Dizlerinin üzerine oturuyor koltuğa da alnını yaslıyorsun. Hıçkırıkların doğrulmama sebep oluyor. Beni ağlarken ne kadar çok gördün, benim seni ağlarken görmediğim kadar. Geçen onca zamanda kendine yaptığın bu işkenceye ben delicesine ağlarken sen bana sarılıp beni teselli ediyordun. Bu bir vicdan meselesi değil. Bu ne meselesi bilmiyorum ama benim de canımı yakıyor. Bunu sadece sen görebildiğin için parmaklarımızda bu yüzükler var zaten, öyle değil mi? Annem hep derdi: Hayatında sevdiğin kişiyi değil seni anlayan kişiyle olmak seni hep genç tutar. Ben neden bu kadar yaşlandım? Neden bir şeyler tamamen doğru değil de tamamen yanlış?
Yanıldım. Seni de yanılttım. Bunu yaparken, ona ne kadar göz yaşı döktüysem bir o kadar sana acımadım.
Bazen gerçekten kendimden yoruluyorum. En çok da seni yoruyorum. Üzgün-müyüm?
Ellerim altın sarısı saçlarına gidiyor. Göz çukurların kadar ıslak olması umrumda değil. Sadece kendime acıyorum. O kadar acıyorum ki ruhumun yansıması olan gözlerini görüp kendimi tatmin etmem gerekiyor. En başından beri anlatıyorum. Seninle hiçbir alakası yok.
Başını kaldırıp gözlerimin içine bakıyorsun. “Beni mahvettin. Beni bitirdin. Ben nasıl iyileşeceğim?”

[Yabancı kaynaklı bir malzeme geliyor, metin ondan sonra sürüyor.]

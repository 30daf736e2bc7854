package exact

import (
	"math"
	"math/big"
	"math/bits"
	"slices"
)

// The frontier recurrence expands the determinant of a chain-like pencil
// directly over ℤ[s]. The entries are added one after the other; what is kept
// are the minors of the matrix so far. A row whose entries have all been
// added must be in the minor, one without entries cannot be; so a minor is
// told by its rows and columns on the frontier, those begun and not finished.
// With an entry m in row r and column c the minors that hold both change by
//
//	T[I ∪ r][J ∪ c] += ±m·T[I][J],
//
// which is the expansion of the determinant in that entry. In a ladder the
// frontier is one or two rows and columns wide.
//
// Polynomials are packed into integers, their values at s = 2^K with K beyond
// the coefficients, so that all work is additions and products of long
// integers by short ones. K grows with a running bound on the coefficients.

// frontierPlan is the list of what to do, made from the pattern and the sizes
// of the entries.
type frontierPlan struct {
	stamps   []frontierStamp
	slots    int // minors alive at a time
	det, num int // slots of det(M) and the bordered determinant, −1 for zero
	detOdd   bool
	numOdd   bool
	cost     float64 // estimated nanoseconds
}

// frontierStamp adds one entry.
type frontierStamp struct {
	g, c  *big.Int // as in intEntry
	moves []frontierMove
	live  []int32 // slots in use afterwards
	bits  float64 // bound on the logarithm of all their coefficients
	terms int     // bound on the number of their coefficients
}

// frontierMove adds (subtracts) the entry times slot src to slot dst, which
// is empty before if fresh.
type frontierMove struct {
	src, dst  int32
	sub, zero bool
}

// Limits beyond which a system is not chain-like.
const (
	frontierMaxStates = 96
	frontierMaxWidth  = 12
)

// frontierState is a minor in the simulation: which rows (low half) and
// columns (high half) of the frontier it holds.
type frontierState struct {
	mask   uint64
	slot   int32
	bits   float64
	degree int
}

// frontierPlanner simulates the recurrence.
type frontierPlanner struct {
	y         *system
	plan      *frontierPlan
	states    []frontierState
	rows      frontierSide
	cols      frontierSide
	free      []int32
	moves     []frontierMove // memory of the stamps' lists
	live      []int32
	det       bool // det(M) is wanted
	borderRow int  // −1 without border
	borderCol int
}

// frontierSide is the bookkeeping of the rows or of the columns.
type frontierSide struct {
	left  []int // entries still to come
	rank  []int // order of completion
	bit   []int // frontier bit, −1 outside
	used  uint64
	done  int
	order []int                 // in order of completion
	at    [frontierMaxWidth]int // what holds a frontier bit
}

// planFrontier returns a plan for det(M) and the numerator of one pair of
// borders (out and rhs, −1 for none), or nil if the system is not
// chain-like.
func (y *system) planFrontier(out, rhs int, det bool) *frontierPlan {
	z := &frontierPlanner{y: y, plan: &frontierPlan{det: -1, num: -1}, det: det, borderRow: -1, borderCol: -1}
	if out >= 0 {
		z.borderRow, z.borderCol = y.n+out, y.n+rhs
	}
	list := z.stampOrder()
	z.countEntries(list)
	z.states = append(make([]frontierState, 0, 16), frontierState{slot: 0})
	z.plan.slots = 1
	z.plan.stamps = make([]frontierStamp, 0, len(list))
	z.moves = make([]frontierMove, 0, 2*len(list))
	z.live = make([]int32, 0, 3*len(list))
	for _, s := range list {
		if !z.stamp(s.row, s.entry) {
			return nil
		}
	}
	z.finish()
	return z.plan
}

// placedEntry is an entry with its row.
type placedEntry struct {
	row   int
	entry *intEntry
}

// countEntries prepares the bookkeeping for the entries in order.
func (z *frontierPlanner) countEntries(list []placedEntry) {
	z.rows.init(len(z.y.rows))
	z.cols.init(z.y.n + z.y.rhs)
	for _, s := range list {
		z.rows.left[s.row]++
		z.cols.left[s.entry.col]++
	}
	rows, cols := slices.Clone(z.rows.left), slices.Clone(z.cols.left)
	for _, s := range list {
		z.rows.complete(rows, s.row, s.row == z.borderRow)
		z.cols.complete(cols, s.entry.col, s.entry.col == z.borderCol)
	}
	// The border is last in the order of rows and of columns.
	for i := range z.rows.rank {
		if i == z.borderRow {
			z.rows.rank[i] = len(z.rows.rank)
		}
	}
	for j := range z.cols.rank {
		if j == z.borderCol {
			z.cols.rank[j] = len(z.cols.rank)
		}
	}
}

func (s *frontierSide) init(n int) {
	s.left, s.rank, s.bit = make([]int, n), make([]int, n), make([]int, n)
	for i := range s.bit {
		s.bit[i] = -1
	}
}

// complete counts down and notes the order of completion.
func (s *frontierSide) complete(left []int, i int, border bool) {
	if left[i]--; left[i] == 0 && !border {
		s.rank[i] = len(s.order)
		s.order = append(s.order, i)
	}
}

// enter gives row or column i a frontier bit and reports success.
func (s *frontierSide) enter(i int) bool {
	if s.bit[i] >= 0 {
		return true
	}
	b := bits.TrailingZeros64(^s.used)
	if b >= frontierMaxWidth {
		return false
	}
	s.bit[i], s.at[b] = b, i
	s.used |= 1 << b
	return true
}

// below returns the mask of frontier bits of rows or columns that complete
// before i.
func (s *frontierSide) below(i int) uint64 {
	var m uint64
	for u := s.used; u != 0; u &= u - 1 {
		b := bits.TrailingZeros64(u)
		if s.rank[s.at[b]] < s.rank[i] {
			m |= 1 << b
		}
	}
	return m
}

const colShift = 32

// stamp simulates one entry; false means that the frontier is too wide.
func (z *frontierPlanner) stamp(row int, e *intEntry) bool {
	if !z.rows.enter(row) || !z.cols.enter(e.col) {
		return false
	}
	r, c := uint64(1)<<z.rows.bit[row], uint64(1)<<(z.cols.bit[e.col]+colShift)
	below := z.rows.below(row) | z.cols.below(e.col)<<colShift
	odd := (z.rows.done + z.cols.done) & 1
	op := frontierStamp{g: e.g, c: e.c}
	size := log2Sum(e.g, e.c)
	step := 0
	if e.c != nil {
		step = 1
	}
	z.rows.left[row]--
	z.cols.left[e.col]--
	rowDone, colDone := z.rows.left[row] == 0, z.cols.left[e.col] == 0
	old, firstMove := len(z.states), len(z.moves)
	for k := range old {
		s := z.states[k]
		if s.mask&(r|c) != 0 {
			continue
		}
		mask := s.mask | r | c
		if z.hopeless(mask, row, rowDone, e.col, colDone) {
			continue
		}
		move := frontierMove{src: s.slot, sub: (bits.OnesCount64(s.mask&below)+odd)&1 == 1}
		grown := frontierState{mask: mask, bits: s.bits + size, degree: s.degree + step}
		at := slices.IndexFunc(z.states[:old], func(t frontierState) bool { return t.mask == mask })
		if at < 0 {
			grown.slot = z.newSlot()
			move.zero = true
			z.states = append(z.states, grown)
		} else {
			t := &z.states[at]
			t.bits = logAdd(t.bits, grown.bits)
			t.degree = max(t.degree, grown.degree)
			grown.slot = t.slot
		}
		move.dst = grown.slot
		z.moves = append(z.moves, move)
	}
	op.moves = z.moves[firstMove:len(z.moves):len(z.moves)]
	z.close(row, rowDone, e.col, colDone, &op)
	if len(z.states) > frontierMaxStates {
		return false
	}
	z.plan.stamps = append(z.plan.stamps, op)
	return true
}

// logAdd returns log2(2^a + 2^b), rounded up.
func logAdd(a, b float64) float64 {
	if a < b {
		a, b = b, a
	}
	return a + math.Log1p(math.Exp2(b-a))*math.Log2E + 1e-9
}

// hopeless reports that a state can contribute to no result any more.
func (z *frontierPlanner) hopeless(mask uint64, row int, rowDone bool, col int, colDone bool) bool {
	if rowDone && row != z.borderRow && mask&(1<<z.rows.bit[row]) == 0 ||
		colDone && col != z.borderCol && mask&(1<<(z.cols.bit[col]+colShift)) == 0 {
		return true
	}
	if z.borderRow < 0 {
		return false
	}
	hasRow := z.rows.bit[z.borderRow] >= 0 && mask&(1<<z.rows.bit[z.borderRow]) != 0
	hasCol := z.cols.bit[z.borderCol] >= 0 && mask&(1<<(z.cols.bit[z.borderCol]+colShift)) != 0
	rowLeft, colLeft := z.rows.left[z.borderRow] > 0, z.cols.left[z.borderCol] > 0
	canRow, canCol := hasRow || rowLeft, hasCol || colLeft
	switch {
	case hasRow && !canCol, hasCol && !canRow:
		return true
	case !hasRow && !hasCol && !(canRow && canCol):
		return !z.det
	}
	return false
}

// close drops the states that cannot contribute any more, takes a finished
// row and column off the frontier and records what is alive.
func (z *frontierPlanner) close(row int, rowDone bool, col int, colDone bool, op *frontierStamp) {
	z.states = slices.DeleteFunc(z.states, func(s frontierState) bool {
		if !z.hopeless(s.mask, row, rowDone, col, colDone) {
			return false
		}
		z.free = append(z.free, s.slot)
		return true
	})
	var clear uint64
	if rowDone && row != z.borderRow {
		clear |= 1 << z.rows.bit[row]
		z.rows.leave(row)
	}
	if colDone && col != z.borderCol {
		clear |= 1 << (z.cols.bit[col] + colShift)
		z.cols.leave(col)
	}
	first := len(z.live)
	for k := range z.states {
		s := &z.states[k]
		s.mask &^= clear
		z.live = append(z.live, s.slot)
		op.bits = max(op.bits, s.bits)
		op.terms = max(op.terms, s.degree+1)
	}
	op.live = z.live[first:len(z.live):len(z.live)]
	z.charge(op)
}

func (s *frontierSide) leave(i int) {
	s.used &^= 1 << s.bit[i]
	s.bit[i] = -1
	s.done++
}

func (z *frontierPlanner) newSlot() int32 {
	if n := len(z.free); n > 0 {
		s := z.free[n-1]
		z.free = z.free[:n-1]
		return s
	}
	z.plan.slots++
	return int32(z.plan.slots - 1)
}

// charge adds the estimated time of a stamp to the cost.
func (z *frontierPlanner) charge(op *frontierStamp) {
	const perMove, perWord = 150.0, 0.6
	words := float64(op.terms) * (op.bits/64 + 1)
	passes := 1.0
	for _, x := range []*big.Int{op.g, op.c} {
		if x != nil {
			passes += 1 + float64(x.BitLen()/64)
		}
	}
	z.plan.cost += float64(len(op.moves)) * (perMove + perWord*passes*words)
}

// finish finds the results among the last states.
func (z *frontierPlanner) finish() {
	odd := oddPermutation(z.rows.order) != oddPermutation(z.cols.order)
	for _, s := range z.states {
		if s.mask == 0 {
			z.plan.det, z.plan.detOdd = int(s.slot), odd
		} else {
			z.plan.num, z.plan.numOdd = int(s.slot), odd
		}
	}
}
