// Package exact is the exact algebra under every answer: polynomials and
// rational functions in s over the rational numbers, determinants and
// adjugate entries of sparse pencils G + s·C, greatest common divisors,
// square-free factors and real-root isolation.
//
// Nothing here rounds. Where a method works modulo primes, the number of
// primes comes from a proved bound on the coefficients, so the result is the
// integer polynomial itself. Enclosures (EvalBall and its relatives) return
// balls that contain the exact value.
//
// The package knows nothing of networks or of the notation: it is handed a
// pencil and gives back polynomials. It does no input or output and keeps no
// state between calls besides tables of primes.
//
// From the bottom up:
//
//	poly*.go      Poly: polynomials over ℚ, arithmetic, evaluation
//	gcd.go        greatest common divisors by modular images
//	squarefree.go square-free factorisation
//	isolate*.go   real roots: counting, isolating, refining, signs
//	ratio.go      Ratio: reduced rational functions
//	mod*.go       arithmetic modulo 61-bit primes, interpolation, remaindering
//	pencil*.go    Pencil: building, block decomposition, exact solution at a point
//	prepare*.go   Prepared: one factorisation that serves every question
package exact
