package exact

import (
	"math/big"
	"testing"

	"pgregory.net/rapid"
)

// drawInt draws an integer of up to the given number of bits, small ones and
// powers of two often.
func drawInt(t *rapid.T, bits int, label string) *big.Int {
	switch rapid.IntRange(0, 3).Draw(t, label+" kind") {
	case 0:
		return big.NewInt(rapid.Int64Range(-9, 9).Draw(t, label))
	case 1:
		v := new(big.Int).Lsh(bigOne, uint(rapid.IntRange(0, bits).Draw(t, label)))
		if rapid.Bool().Draw(t, label+" sign") {
			v.Neg(v)
		}
		return v
	}
	b := rapid.SliceOfN(rapid.Byte(), 1, max(1, bits/8)).Draw(t, label)
	v := new(big.Int).SetBytes(b)
	if rapid.Bool().Draw(t, label+" sign") {
		v.Neg(v)
	}
	return v
}

func drawRat(t *rapid.T, bits int, label string) *big.Rat {
	den := drawInt(t, bits, label+" den")
	if den.Sign() == 0 {
		den = bigOne
	}
	return new(big.Rat).SetFrac(drawInt(t, bits, label+" num"), den)
}

func drawPoly(t *rapid.T, degree, bits int, label string) Poly {
	n := rapid.IntRange(0, degree+1).Draw(t, label+" terms")
	c := make([]*big.Int, n)
	for i := range c {
		c[i] = drawInt(t, bits, label)
	}
	den := drawInt(t, bits/4, label+" den")
	if den.Sign() == 0 {
		den = bigOne
	}
	return PolyFromInts(c, den)
}

// reference multiplies coefficient by coefficient with rationals.
func referenceMul(p, q Poly) Poly {
	if p.IsZero() || q.IsZero() {
		return Poly{}
	}
	c := make([]*big.Rat, p.Degree()+q.Degree()+1)
	for i := range c {
		c[i] = new(big.Rat)
	}
	for i, x := range p.Coefficients() {
		for j, y := range q.Coefficients() {
			c[i+j].Add(c[i+j], new(big.Rat).Mul(x, y))
		}
	}
	return NewPoly(c...)
}

func TestPolyRing(t *testing.T) {
	rapid.Check(t, func(t *rapid.T) {
		p, q := drawPoly(t, 30, 200, "p"), drawPoly(t, 30, 200, "q")
		r := drawRat(t, 40, "r")
		at := func(p Poly) *big.Rat { return p.Eval(r) }
		if got, want := p.Mul(q), referenceMul(p, q); !got.Equal(want) {
			t.Fatalf("product %v, want %v", got, want)
		}
		if at(p.Add(q)).Cmp(new(big.Rat).Add(at(p), at(q))) != 0 {
			t.Fatal("sum")
		}
		if !p.Add(q).Sub(q).Equal(p) || !p.Sub(q).Add(q).Equal(p) || !q.Sub(p).Equal(p.Sub(q).Neg()) {
			t.Fatal("difference")
		}
		if !NewPoly(p.Coefficients()...).Equal(p) {
			t.Fatal("coefficients do not give the polynomial back")
		}
		// (pq)' = p'q + pq'
		lhs := p.Mul(q).Derivative()
		if !lhs.Equal(p.Derivative().Mul(q).Add(p.Mul(q.Derivative()))) {
			t.Fatal("product rule")
		}
		if !q.IsZero() {
			quo, rem := p.DivMod(q)
			if !quo.Mul(q).Add(rem).Equal(p) || rem.Degree() >= max(q.Degree(), 0) && !rem.IsZero() {
				t.Fatalf("division: %v / %v = %v rem %v", p, q, quo, rem)
			}
			if !p.Mul(q).Quo(q).Equal(p) {
				t.Fatal("exact quotient")
			}
			if _, ok := p.divide(q); ok != rem.IsZero() {
				t.Fatal("divisibility")
			}
		}
		if r.Sign() != 0 {
			x := drawRat(t, 20, "x")
			if p.ScaleArgument(r).Eval(x).Cmp(p.Eval(new(big.Rat).Mul(r, x))) != 0 {
				t.Fatal("scaled argument")
			}
			n := max(p.Degree(), 0)
			want := p.Eval(new(big.Rat).Inv(r))
			for range n {
				want.Mul(want, r)
			}
			if p.Reverse().Eval(r).Cmp(want) != 0 {
				t.Fatal("reverse")
			}
		}
	})
}

func TestPolyImaginaryAxis(t *testing.T) {
	rapid.Check(t, func(t *rapid.T) {
		p := drawPoly(t, 15, 100, "p")
		w := drawRat(t, 30, "w")
		re, im := p.EvalGaussian(new(big.Rat), w)
		a, b := p.OnImaginaryAxis()
		w2 := new(big.Rat).Mul(w, w)
		if re.Cmp(a.Eval(w2)) != 0 || im.Cmp(new(big.Rat).Mul(w, b.Eval(w2))) != 0 {
			t.Fatal("split on the imaginary axis")
		}
		m := new(big.Rat).Mul(re, re)
		m.Add(m, new(big.Rat).Mul(im, im))
		if m.Cmp(p.MagnitudeSquared().Eval(w2)) != 0 {
			t.Fatal("squared magnitude")
		}
		// Against plain multiplication of Gaussian rationals.
		x := drawRat(t, 30, "x")
		re, im = p.EvalGaussian(x, w)
		ar, ai := new(big.Rat), new(big.Rat)
		for i := p.Degree(); i >= 0; i-- {
			nr := new(big.Rat).Sub(new(big.Rat).Mul(ar, x), new(big.Rat).Mul(ai, w))
			ai = new(big.Rat).Add(new(big.Rat).Mul(ar, w), new(big.Rat).Mul(ai, x))
			ar = nr.Add(nr, p.Coeff(i))
		}
		if re.Cmp(ar) != 0 || im.Cmp(ai) != 0 {
			t.Fatal("value at a Gaussian point")
		}
	})
}

func TestPolySmall(t *testing.T) {
	p := NewPoly(big.NewRat(1, 2), nil, big.NewRat(-3, 4))
	if got, want := p.String(), "-3/4·s^2 + 1/2"; got != want {
		t.Errorf("String %q, want %q", got, want)
	}
	if p.Degree() != 2 || (Poly{}).Degree() != -1 || !(Poly{}).IsZero() {
		t.Error("degree")
	}
	if got := p.Primitive().String(); got != "3·s^2 - 2" {
		t.Errorf("primitive %s", got)
	}
	if got := p.Monic().String(); got != "s^2 - 2/3" {
		t.Errorf("monic %s", got)
	}
	if got := Monomial(big.NewRat(2, 1), 3).Order(); got != 3 {
		t.Errorf("order %d", got)
	}
	if got := p.Pow(2).String(); got != "9/16·s^4 - 3/4·s^2 + 1/4" {
		t.Errorf("square %s", got)
	}
	ints, den := p.Ints()
	if len(ints) != 3 || den.Int64() != 4 || ints[2].Int64() != -3 {
		t.Error("integers and denominator")
	}
}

İkimiz de hastayken ilaçlarımızı birbirimizde aramamızın yanlış olduğunu, ama bu yanlışı çok sevdiğini söylemiştin. Ardından da o yüzüğü bana uzatmıştın. Dokunamadığım en büyük yara parmağımı sıkan yüzüğün bıraktığı iz oluyor. O an kırıp dökmek istiyorum. Ayağa kalkıyorum ve senden uzaklaşıyorum. Bu gece açılışı yaptık ve kurban sensin. Koltukta uyuyacaksın. Bunun farkında olduğun için peşimden gelmiyorsun. Ben ise bunu beklercesine kapıdan sana bakıyorum. O kadar dağılmışsın ki, hani beni toplamaya çalışırken sağlam tutmaya çalıştığın sabrın var ya, birden yerle bir olmuş, parçalarımız birbirine karışmış gibi.
Kapı pervazına oturuyorum. Gözlerimden akan yaşlar tenimi yakarken elimi sol göğsüme var gücümle bastırıyorum. O kadar canım yanıyor ki, haykırırken sadece içim bunu duyuyor. Her şeyi içimde yaşadım. Her şey beynimin içindeydi. Her şey tamamen benim hayal ürünümdü. O yüzden gerçekleşmedi. Ama şimdi içimde yaşadığım bu acı tamamen gerçek. Küfür bu, dünyanın en kaldırılmaz küfrü.
Kalbimin atması dursun istiyorum. Ve sen hiç akıllanmıyormuş gibi yanıma geliyor, tam karşıma oturuyor ve beni kollarının arasına alıp kendine çekiyorsun. Dudağıma varla yok arası bir öpücük bırakırken “Geçti,” diyorsun.
“I-ıh”
Tek söyleyebileceğim bu oluyor. Sen ateşi seven bir kelebek gibi döne döne kendini cehennem ateşine atmayı seviyorsun. Yanıp kül olmak yine umrunda değil. Yapma, bana bunu yapma. Bana yüklenmek istemediğim sorumluluklarla gelme, dedikçe sen her sarılışında, her öpüşünde bana bir sürü yüzleşecek konu bırakıyorsun. Bunu yaparken de oldukça mutlusun. Sanırım beni bu yüzden sevdin. Sen acıdan beslenen, karamsarlıktan güç alan bir adam oldun. Ben ise senin için çok uygun bir denektim.
Sen hep benim acımı kendininkinden üstün tuttun. Ve ben senin üzülmene hiçbir zaman müsade etmedim. Çünkü benim acım daha geçmedi. Bu seni hep daha da acı içinde bıraktı. Bu kısır döngü bizim pes etmemizi beklerken, sen dibe vursan da bana koşarak hep kaderi haksız çıkardın.
Kapı pervazında, göğsüne başımı yaslamış, seninle, sevilmemenin acısını paylaşıyorum.
Bu kadar sabırlı olduğun için teşekkür ederim.
Sevgili Y, seni kazanamadan kaybetmek ne demekmiş öğrendim. Şimdi saklandığın yerden çık, buna ihtiyacım var.